**Problem requirements**: Wherever a line of the records contains "reads", copy that line.

Material for this exercise: Begin

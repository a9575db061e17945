//! `lodeshaft completions` and `lodeshaft man`: what packagers install beside the program.

use super::status::Status;
use super::{CommandLine, streams};
use crate::diagnostic::{Severity, closest};
use clap::{Args, CommandFactory};
use clap_complete::Shell;

/// What `completions` takes.
#[derive(Debug, Args)]
pub struct CompletionsArguments {
    /// The shell.
    #[arg(value_enum)]
    pub shell: Shell,
}

/// What `man` takes.
#[derive(Debug, Args)]
pub struct ManArguments {
    /// A command, for its own page [default: the page of the program].
    pub command: Option<String>,
}

/// Prints the completions of a shell.
pub fn completions(arguments: &CompletionsArguments) -> Status {
    let mut command = CommandLine::command();
    let name = command.get_name().to_owned();
    let mut bytes = Vec::new();
    clap_complete::generate(arguments.shell, &mut command, name, &mut bytes);
    streams::print(&String::from_utf8_lossy(&bytes), Status::Done)
}

/// Prints a page of the manual in the format of `man`.
pub fn page(arguments: &ManArguments) -> Status {
    let mut program = CommandLine::command();
    program.build();
    let chosen = match &arguments.command {
        None => program,
        Some(name) => match program.find_subcommand(name) {
            // Built as a part of the program, it is named with it: lodeshaft-run.
            Some(command) => command.clone(),
            None => {
                let names = || program.get_subcommands().map(clap::Command::get_name);
                let hint = match closest(name, names()) {
                    Some(near) => format!("did you mean `{near}`?"),
                    None => format!("it may be {}", names().collect::<Vec<_>>().join(", ")),
                };
                let message = format!("there is no command `{name}`");
                streams::complain(Severity::Error, message, Some(&hint));
                return Status::Fault;
            }
        },
    };
    let mut bytes = Vec::new();
    // Writing to memory cannot fail.
    let _ = clap_mangen::Man::new(chosen).render(&mut bytes);
    streams::print(&String::from_utf8_lossy(&bytes), Status::Done)
}
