//! `lodeshaft run`: a scenario in time, with everything written and told.

use super::interrupt::Interrupt;
use super::progress::Progress;
use super::status::Status;
use super::{Common, Format, streams};
use crate::analysis::records::{Follower, RecordComparison, Shared};
use crate::analysis::study;
use crate::analysis::transient::{prepare, run_prepared};
use crate::diagnostic::{Diagnostics, Severity};
use crate::render::folder::{Folder, FolderFault};
use crate::render::report::carry;
use crate::render::series::SeriesWriter;
use crate::render::{charts, events, json, kept, pictures, text};
use crate::results::{RunResult, Warning};
use crate::scenario::{self, Loaded, Source};
use crate::solve::{RunOptions, Wanted};
use clap::Args;
use std::collections::BTreeMap;
use std::path::{Path, PathBuf};

/// What `run` takes.
#[derive(Debug, Args)]
pub struct RunArguments {
    /// The scenario; `-` reads standard input.
    pub file: PathBuf,
}

/// Why a command ended before its results were complete.
pub enum Trouble {
    /// The file is at fault; told already.
    File,
    /// Results could not be written.
    Writing(FolderFault),
}

/// Runs the command.
pub fn run(arguments: &RunArguments, common: &Common) -> Status {
    let interrupt = Interrupt::listen();
    // A change by --set may take away what a study varies: that concerns the studies, not this run.
    let read = if common.sets.is_empty() {
        study::load(&arguments.file, &common.sets).map(|plan| (marks(&plan), plan.loaded))
    } else {
        scenario::load(&arguments.file, &common.sets).map(|loaded| {
            let plan = study::plan(Ok(loaded.clone()));
            (plan.map_or_else(|_| BTreeMap::new(), |plan| marks(&plan)), loaded)
        })
    };
    let (marks, loaded) = match read {
        Ok(read) => read,
        Err(failure) => {
            streams::tell(&failure.render());
            return Status::Fault;
        }
    };
    let shown = output_folder(&arguments.file, common);
    let desk = Desk { loaded: &loaded, shown: &shown, file: &arguments.file, marks: &marks };
    let written = desk.write(common, &interrupt);
    let Written { result, records, summary, files } = match written {
        Ok(written) => written,
        Err(Trouble::File) => return Status::Fault,
        Err(Trouble::Writing(fault)) => {
            streams::complain(Severity::Error, &fault.message, fault.hint.as_deref());
            return Status::NotWritten;
        }
    };
    tell_warnings(&loaded.source, &result.warnings);
    let status = judge(&result, &interrupt);
    tell_failure(&result, status);
    match common.format {
        Format::Json => streams::print(&summary, status),
        Format::Text if common.quiet => status,
        Format::Text => {
            let telling = text::Telling {
                file: &loaded.source.name,
                output_folder: &shown.display().to_string(),
                files: &files,
                records: &records,
            };
            streams::print(&text::summary(&loaded.scenario, &result, &telling), status)
        }
    }
}

/// The folder of the results: as asked, or after the file.
pub fn output_folder(file: &Path, common: &Common) -> PathBuf {
    common.out.clone().unwrap_or_else(|| {
        let stem = if file == Path::new("-") { None } else { file.file_stem() };
        Path::new("output").join(stem.unwrap_or_else(|| "standard_input".as_ref()))
    })
}

/// What a run left behind.
struct Written {
    result: RunResult,
    /// Measured records against the run.
    records: Vec<RecordComparison>,
    /// The text of `summary.json`.
    summary: String,
    /// The files in the folder.
    files: Vec<String>,
}

/// What a run works on.
struct Desk<'a> {
    loaded: &'a Loaded,
    shown: &'a Path,
    file: &'a Path,
    /// Marks of the work of its studies, by name.
    marks: &'a BTreeMap<String, String>,
}

impl Desk<'_> {
    /// Runs a scenario and writes its folder.
    fn write(&self, common: &Common, interrupt: &Interrupt) -> Result<Written, Trouble> {
        let Self { loaded, shown, file, marks } = *self;
        let scenario = &loaded.scenario;
        let at_fault = |found: Diagnostics| {
            let mut all = loaded.warnings.clone();
            all.extend(found);
            streams::tell(&loaded.source.render(&all));
            Trouble::File
        };
        let equations = prepare(scenario).map_err(at_fault)?;
        let folder = Folder::open(shown).map_err(Trouble::Writing)?;
        let out = folder.create("series.csv").map_err(Trouble::Writing)?;
        let mut rows = SeriesWriter::new(out, &scenario.channels, Some(interrupt.flag()));
        let mut follower = Follower::new(scenario);
        let mut progress = Progress::new(scenario.duration, common.quiet);
        let mut show = |time: f64| progress.at(time);
        let options = RunOptions {
            rows: Some(&mut Shared { rows: &mut rows, follower: &mut follower }),
            traces: (!common.no_charts).then(|| charts::request(&equations)),
            interrupt: Some(interrupt.flag()),
            progress: Some(&mut show),
            ..RunOptions::default()
        };
        let outcome = run_prepared(&equations, options);
        progress.end();
        let mut result = outcome.map_err(at_fault)?;
        let of =
            |name: &'static str| move |error| Trouble::Writing(FolderFault::disk(name, &error));
        rows.finish().map_err(of("`series.csv`"))?;
        let typed = loaded
            .warnings
            .warnings()
            .map(|warning| Warning { path: warning.path.clone(), text: warning.message.clone() });
        result.warnings.splice(0..0, typed);
        let records = follower.finish();
        let out = folder.create("events.csv").map_err(Trouble::Writing)?;
        events::write(out, &result.events).map_err(of("`events.csv`"))?;
        let origin = json::Origin {
            scenario: &file.display().to_string(),
            sets: &common.sets,
            output_folder: &shown.display().to_string(),
        };
        let summary = json::pretty(&json::summary(&result, &records, &origin));
        folder.write("summary.json", summary.as_bytes()).map_err(Trouble::Writing)?;
        folder.write(kept::SCENARIO, loaded.source.text.as_bytes()).map_err(Trouble::Writing)?;
        let mut files = ["summary.json", "series.csv", "events.csv", kept::SCENARIO]
            .map(str::to_owned)
            .to_vec();
        if !common.no_charts {
            let mut again = |request| {
                let options = RunOptions {
                    traces: Some(request),
                    wanted: Wanted::Asked(Vec::new()),
                    interrupt: Some(interrupt.flag()),
                    ..RunOptions::default()
                };
                run_prepared(&equations, options).ok()?.traces
            };
            let print = common.print();
            let drawn = charts::drawings(&equations, &result, &mut again, print.sheet);
            let drawings: Vec<_> = drawn.iter().map(|picture| &picture.drawing).collect();
            files.extend(
                pictures::write(folder.path(), &drawings, print).map_err(of("the charts"))?,
            );
        }
        let left = carry::all(shown, folder.path(), marks).map_err(Trouble::Writing)?;
        folder.commit().map_err(Trouble::Writing)?;
        tell_left(&left, shown);
        Ok(Written { result, records, summary, files })
    }
}

/// The mark of the work of each study, by its name.
fn marks(plan: &study::Plan) -> BTreeMap<String, String> {
    let mark = |one: &study::Study| (one.name.clone(), study::mark(&plan.loaded, one));
    plan.studies.iter().map(mark).collect()
}

/// Says which studies of an earlier state of the file are gone.
fn tell_left(left: &[String], shown: &Path) {
    if left.is_empty() {
        return;
    }
    let names: Vec<String> = left.iter().map(|name| format!("`{name}`")).collect();
    let message = format!(
        "{} in `{}` answered for another state of the scenario and {} dropped",
        names.join(", "),
        shown.display(),
        if left.len() == 1 { "was" } else { "were" }
    );
    let hint = "--out keeps the results of a changed scenario apart";
    streams::complain(Severity::Warning, message, Some(hint));
}

pub(super) fn tell_warnings(source: &Source, warnings: &[Warning]) {
    let mut list = Diagnostics::new();
    for warning in warnings {
        list.warning(warning.path.as_str(), warning.text.as_str());
    }
    streams::tell(&source.render(&list));
}

pub(super) fn judge(result: &RunResult, interrupt: &Interrupt) -> Status {
    if result.completed {
        let met = result.requirements.iter().all(|requirement| requirement.met == Some(true));
        if met { Status::Done } else { Status::NotMet }
    } else if interrupt.is_asked() {
        Status::Interrupted
    } else {
        Status::GaveUp
    }
}

pub(super) fn tell_failure(result: &RunResult, status: Status) {
    let Some(failure) = &result.failure else { return };
    let hint = "what was found up to then is written, with `completed: false`";
    match status {
        Status::Interrupted => streams::complain(Severity::Warning, failure, Some(hint)),
        _ => streams::complain(
            Severity::Error,
            format!("the run was given up: {failure}"),
            Some(hint),
        ),
    }
}
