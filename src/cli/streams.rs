//! Standard output and standard error.

use super::status::Status;
use crate::diagnostic::Severity;
use std::fmt::Display;
use std::io::{self, IsTerminal, Write};

/// Prints to standard output; a reader that has gone away is no fault.
pub fn print(text: &str, status: Status) -> Status {
    let mut out = io::stdout().lock();
    match out.write_all(text.as_bytes()).and_then(|()| out.flush()) {
        Ok(()) => status,
        Err(error) if error.kind() == io::ErrorKind::BrokenPipe => status,
        Err(error) => {
            complain(Severity::Error, format!("cannot write to standard output: {error}"), None);
            status.max(Status::NotWritten)
        }
    }
}

/// Writes to standard error, which nobody may be reading.
pub fn tell(text: &str) {
    let _ = io::stderr().lock().write_all(text.as_bytes());
}

/// Writes an error or a warning that belongs to no place in a file.
pub fn complain(severity: Severity, message: impl Display, hint: Option<&str>) {
    let mut text = format!("{severity}: {message}\n");
    if let Some(hint) = hint {
        text.push_str(&format!("  hint: {hint}\n"));
    }
    tell(&text);
}

/// True when a person watches standard error.
pub fn is_watched() -> bool {
    io::stderr().is_terminal()
}
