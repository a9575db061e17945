//! `lodeshaft compare`: several runs side by side.

use super::compared::{self, Wanted};
use super::interrupt::Interrupt;
use super::progress::Progress;
use super::run::{judge, tell_failure, tell_warnings};
use super::status::Status;
use super::{Common, Format, streams};
use crate::analysis::comparison::{self, Comparison, Subject};
use crate::analysis::records::{Follower, RecordComparison};
use crate::analysis::train;
use crate::analysis::transient::{prepare, run_prepared};
use crate::diagnostic::Severity;
use crate::equations::Equations;
use crate::render::chart::drawing::Drawing;
use crate::render::chart::run::run_chart;
use crate::render::chart::run_input::RunChart;
use crate::render::chart::{compare as overlay, pick};
use crate::render::compare::{self, Origin, Side, page};
use crate::render::folder::{Folder, FolderFault};
use crate::render::kept::{self, Kept};
use crate::render::{charts, json, pictures};
use crate::results::{RunResult, Traces, Warning};
use crate::scenario::{self, Display, Loaded};
use crate::solve::RunOptions;
use clap::Args;
use std::collections::BTreeSet;
use std::path::{Path, PathBuf};

/// What `compare` takes.
#[derive(Debug, Args)]
pub struct CompareArguments {
    /// Scenario files and folders of results, in the order of the comparison.
    #[arg(required = true, value_name = "FILE|FOLDER")]
    pub subjects: Vec<PathBuf>,
    /// Adds the one scenario file with changes, for example "heavy: bodies.rotor.inertia=4 kg*m2";
    /// several changes are parted by `;`, the name may be left out.
    #[arg(long = "variant", value_name = "[NAME:] PATH=VALUE[; ...]")]
    pub variants: Vec<String>,
}

/// Where a comparison goes when nothing else is said.
const PLACE: &str = "output/compare";

/// A run that is read back or made here.
struct Run {
    wanted: Wanted,
    loaded: Loaded,
    result: RunResult,
    records: Vec<RecordComparison>,
    equations: Option<Equations>,
    kept: Option<Kept>,
    status: Status,
}

/// Runs the command.
pub fn run(arguments: &CompareArguments, common: &Common) -> Status {
    let interrupt = Interrupt::listen();
    let wanted = match compared::wanted(arguments, common) {
        Ok(wanted) => wanted,
        Err((message, hint)) => {
            streams::complain(Severity::Error, message, Some(hint));
            return Status::Fault;
        }
    };
    let out = common.out.clone().unwrap_or_else(|| PathBuf::from(PLACE));
    if let Some(same) = wanted.iter().find(|one| one.kept && is_same(&one.path, &out)) {
        let message = format!("the comparison would replace `{}`", same.path.display());
        streams::complain(Severity::Error, message, Some("name another folder with --out"));
        return Status::Fault;
    }
    let mut runs = Vec::new();
    let mut status = Status::Done;
    let mut told = BTreeSet::new();
    for one in wanted {
        match made(one, common, &interrupt, &mut told) {
            Ok(run) => {
                status = status.max(run.status);
                runs.push(run);
            }
            Err(how) => status = status.max(how),
        }
        if interrupt.is_asked() {
            return Status::Interrupted;
        }
    }
    if status == Status::Fault {
        return status;
    }
    match write(&runs, &out, common) {
        Ok((told, text)) => match common.format {
            Format::Json => streams::print(&told, status),
            Format::Text if common.quiet => status,
            Format::Text => streams::print(&text, status),
        },
        Err(fault) => {
            streams::complain(Severity::Error, &fault.message, fault.hint.as_deref());
            Status::NotWritten
        }
    }
}

fn is_same(one: &Path, two: &Path) -> bool {
    match (one.canonicalize(), two.canonicalize()) {
        (Ok(one), Ok(two)) => one == two,
        _ => false,
    }
}

/// Makes a run or reads it back; faults are told.
fn made(
    wanted: Wanted,
    common: &Common,
    interrupt: &Interrupt,
    told: &mut BTreeSet<String>,
) -> Result<Run, Status> {
    if !wanted.kept {
        return fresh(wanted, common, interrupt, told);
    }
    let kept = kept::read(&wanted.path).map_err(|fault| {
        streams::complain(Severity::Error, &fault.fault.message, fault.fault.hint.as_deref());
        streams::tell(&fault.detail);
        Status::Fault
    })?;
    for warning in &kept.warnings {
        streams::complain(Severity::Warning, warning, None);
    }
    let met =
        kept.result.completed && kept.result.requirements.iter().all(|it| it.met == Some(true));
    Ok(Run {
        wanted: Wanted { sets: kept.loaded.source.sets.clone(), ..wanted },
        loaded: kept.loaded.clone(),
        result: kept.result.clone(),
        records: kept.records.clone(),
        equations: prepare(&kept.loaded.scenario).ok(),
        kept: Some(kept),
        status: if met { Status::Done } else { Status::NotMet },
    })
}

fn fresh(
    wanted: Wanted,
    common: &Common,
    interrupt: &Interrupt,
    told: &mut BTreeSet<String>,
) -> Result<Run, Status> {
    let loaded = scenario::load(&wanted.path, &wanted.sets).map_err(|failure| {
        streams::tell(&failure.render());
        Status::Fault
    })?;
    let at_fault = |found| {
        let mut all = loaded.warnings.clone();
        all.extend(found);
        streams::tell(&loaded.source.render(&all));
        Status::Fault
    };
    let equations = prepare(&loaded.scenario).map_err(at_fault)?;
    let mut progress = Progress::new(loaded.scenario.duration, common.quiet);
    let mut show = |time: f64| progress.at(time);
    let mut follower = Follower::new(&loaded.scenario);
    let options = RunOptions {
        rows: Some(&mut follower),
        traces: (!common.no_charts).then(|| charts::request(&equations)),
        interrupt: Some(interrupt.flag()),
        progress: Some(&mut show),
        ..RunOptions::default()
    };
    let outcome = run_prepared(&equations, options);
    progress.end();
    let mut result = outcome.map_err(at_fault)?;
    let records = follower.finish();
    let typed = loaded
        .warnings
        .warnings()
        .map(|warning| Warning { path: warning.path.clone(), text: warning.message.clone() });
    result.warnings.splice(0..0, typed);
    // Variants of a file warn alike: each warning is told once.
    let mut fresh = |warning: &&Warning| {
        told.insert(format!("{} {} {}", wanted.path.display(), warning.path, warning.text))
    };
    let new: Vec<Warning> = result.warnings.iter().filter(&mut fresh).cloned().collect();
    tell_warnings(&loaded.source, &new);
    let status = judge(&result, interrupt);
    tell_failure(&result, status);
    Ok(Run { wanted, loaded, result, records, equations: Some(equations), kept: None, status })
}

/// The chart of a run on its own; `Err` says why there is none.
fn chart(run: &Run, display: &Display) -> Result<RunChart, String> {
    let nothing = || format!("`{}` has no curves", run.wanted.name);
    let equations = run.equations.as_ref().ok_or_else(nothing)?;
    let traces: Traces = match (&run.result.traces, &run.kept) {
        (Some(traces), _) => traces.clone(),
        (None, Some(kept)) => kept.traces(&charts::request(equations))?,
        (None, None) => return Err(nothing()),
    };
    let figures = train::figures(&equations.model);
    let train = charts::describe(equations, &figures);
    let units = charts::display_of(display);
    Ok(pick::run(&run.result, &traces, &train, &units, "run"))
}

fn write(runs: &[Run], out: &Path, common: &Common) -> Result<(String, String), FolderFault> {
    let subjects: Vec<Subject<'_>> = runs
        .iter()
        .map(|run| Subject {
            name: &run.wanted.name,
            node: &run.loaded.node,
            result: &run.result,
            records: &run.records,
        })
        .collect();
    let comparison: Comparison = comparison::compare(&subjects);
    let origins: Vec<Origin> = runs.iter().map(origin).collect();
    let usual = Display::default();
    let display = runs.first().map_or(&usual, |run| &run.loaded.scenario.display);
    let mut notes = Vec::new();
    let mut single = Vec::new();
    if !common.no_charts {
        for run in runs {
            match chart(run, display) {
                Ok(chart) => single.push((run.wanted.name.clone(), chart)),
                Err(why) => notes.push(format!("{why}; it is left out of the charts")),
            }
        }
    }
    let drawn: Vec<(RunChart, Drawing)> = overlay::overlays(&single)
        .into_iter()
        .map(|chart| {
            let chart = RunChart { sheet: common.print().sheet, ..chart };
            let drawing = run_chart(&chart);
            (chart, drawing)
        })
        .collect();
    let folder = Folder::open(out)?;
    let drawings: Vec<&Drawing> = drawn.iter().map(|(_, drawing)| drawing).collect();
    let pictures = pictures::write(folder.path(), &drawings, common.print())
        .map_err(|error| FolderFault::disk("the charts", &error))?;
    let mut files = ["compare.html", "compare.json", "compare.csv"].map(str::to_owned).to_vec();
    files.extend(pictures);
    let shown = out.display().to_string();
    let side = Side {
        comparison: &comparison,
        origins: &origins,
        display,
        notes: &notes,
        output_folder: &shown,
        files: &files,
    };
    let told = json::pretty(&compare::to_json(&side));
    folder.write("compare.html", page::page(&side, &drawn).as_bytes())?;
    folder.write("compare.json", told.as_bytes())?;
    folder.write("compare.csv", compare::table(&side).as_bytes())?;
    folder.commit()?;
    Ok((told, compare::text(&side)))
}

fn origin(run: &Run) -> Origin {
    let requirements = &run.result.requirements;
    let met = if requirements.is_empty() || !run.result.completed {
        None
    } else if requirements.iter().any(|one| one.met == Some(false)) {
        Some(false)
    } else {
        requirements.iter().all(|one| one.met == Some(true)).then_some(true)
    };
    Origin {
        name: run.wanted.name.clone(),
        from: run.wanted.path.display().to_string(),
        kept: run.wanted.kept,
        sets: run.wanted.sets.clone(),
        met,
    }
}
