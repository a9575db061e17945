//! One line of progress on standard error, for runs that a person waits for.

use super::streams;
use std::time::{Duration, Instant};

/// Silence before the first line.
const PATIENCE: Duration = Duration::from_secs(1);

/// Time between two lines.
const PERIOD: Duration = Duration::from_millis(200);

/// Shows how far a run has come.
#[derive(Debug)]
pub struct Progress {
    shown: bool,
    watched: bool,
    started: Instant,
    last: Instant,
    duration: f64,
}

impl Progress {
    /// For a run of `duration` seconds; nothing is shown when nobody watches.
    pub fn new(duration: f64, quiet: bool) -> Self {
        let now = Instant::now();
        let watched = !quiet && streams::is_watched();
        Self { shown: false, watched, started: now, last: now, duration }
    }

    /// Told the time reached.
    pub fn at(&mut self, time: f64) {
        if !self.watched {
            return;
        }
        let now = Instant::now();
        if now - self.started < PATIENCE || (self.shown && now - self.last < PERIOD) {
            return;
        }
        self.last = now;
        self.shown = true;
        let share = (time / self.duration).clamp(0.0, 1.0);
        let left = if share > 0.0 {
            let seconds = (now - self.started).as_secs_f64() * (1.0 - share) / share;
            format!(", about {seconds:.0} s to go")
        } else {
            String::new()
        };
        let percent = 100.0 * share;
        streams::tell(&format!("\r{percent:3.0} % of {} s{left}    ", self.duration));
    }

    /// Takes the line away.
    pub fn end(self) {
        if self.shown {
            streams::tell(&format!("\r{:60}\r", ""));
        }
    }
}
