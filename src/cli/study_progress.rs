//! Progress of a study on standard error: how many runs, how fast, how long to go.

use super::streams;
use crate::analysis::study::work::Watch;
use std::time::{Duration, Instant};

/// Silence before the first line.
const PATIENCE: Duration = Duration::from_secs(1);

/// Time between two lines on a terminal.
const PERIOD: Duration = Duration::from_millis(200);

/// Time between two lines in a log.
const LOG_PERIOD: Duration = Duration::from_secs(10);

/// Shows how far a study has come.
#[derive(Debug)]
pub struct StudyProgress {
    name: String,
    quiet: bool,
    terminal: bool,
    started: Instant,
    last: Option<Instant>,
    done: usize,
}

impl StudyProgress {
    /// For a study; a terminal sees one line that changes, a log a line now and then.
    pub fn new(name: &str, quiet: bool) -> Self {
        Self {
            name: name.to_owned(),
            quiet,
            terminal: streams::is_watched(),
            started: Instant::now(),
            last: None,
            done: 0,
        }
    }

    /// Runs finished so far, those known from before included.
    pub fn done(&self) -> usize {
        self.done
    }

    /// Takes the line away.
    pub fn end(&self) {
        if self.terminal && self.last.is_some() {
            streams::tell(&format!("\r{:78}\r", ""));
        }
    }
}

impl Watch for StudyProgress {
    fn at(&mut self, done: usize, kept: usize, total: usize) {
        self.done = done;
        if self.quiet {
            return;
        }
        let now = Instant::now();
        let (patience, period) =
            if self.terminal { (PATIENCE, PERIOD) } else { (LOG_PERIOD, LOG_PERIOD) };
        let since = self.last.map_or(now - self.started, |last| now - last);
        let wait = if self.last.is_some() { period } else { patience };
        if since < wait {
            return;
        }
        self.last = Some(now);
        let seconds = (now - self.started).as_secs_f64();
        let made = done.saturating_sub(kept);
        let rate = made as f64 / seconds;
        let mut line = format!("{}: {done} of {total} runs", self.name);
        if made > 0 {
            let left = total.saturating_sub(done) as f64 / rate;
            let digits = usize::from(rate < 10.0);
            line.push_str(&format!(", {rate:.digits$} a second, about {} to go", time(left)));
        }
        if self.terminal {
            streams::tell(&format!("\r{line:78}"));
        } else {
            streams::tell(&format!("{line}\n"));
        }
    }
}

/// A time to wait for.
fn time(seconds: f64) -> String {
    if seconds < 120.0 {
        format!("{seconds:.0} s")
    } else if seconds < 7200.0 {
        format!("{:.0} min", seconds / 60.0)
    } else {
        format!("{:.1} h", seconds / 3600.0)
    }
}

Material for this exercise: End

**Response**:
    /// The scenario; `-` reads standard input.
/// Makes a run or reads it back; faults are told.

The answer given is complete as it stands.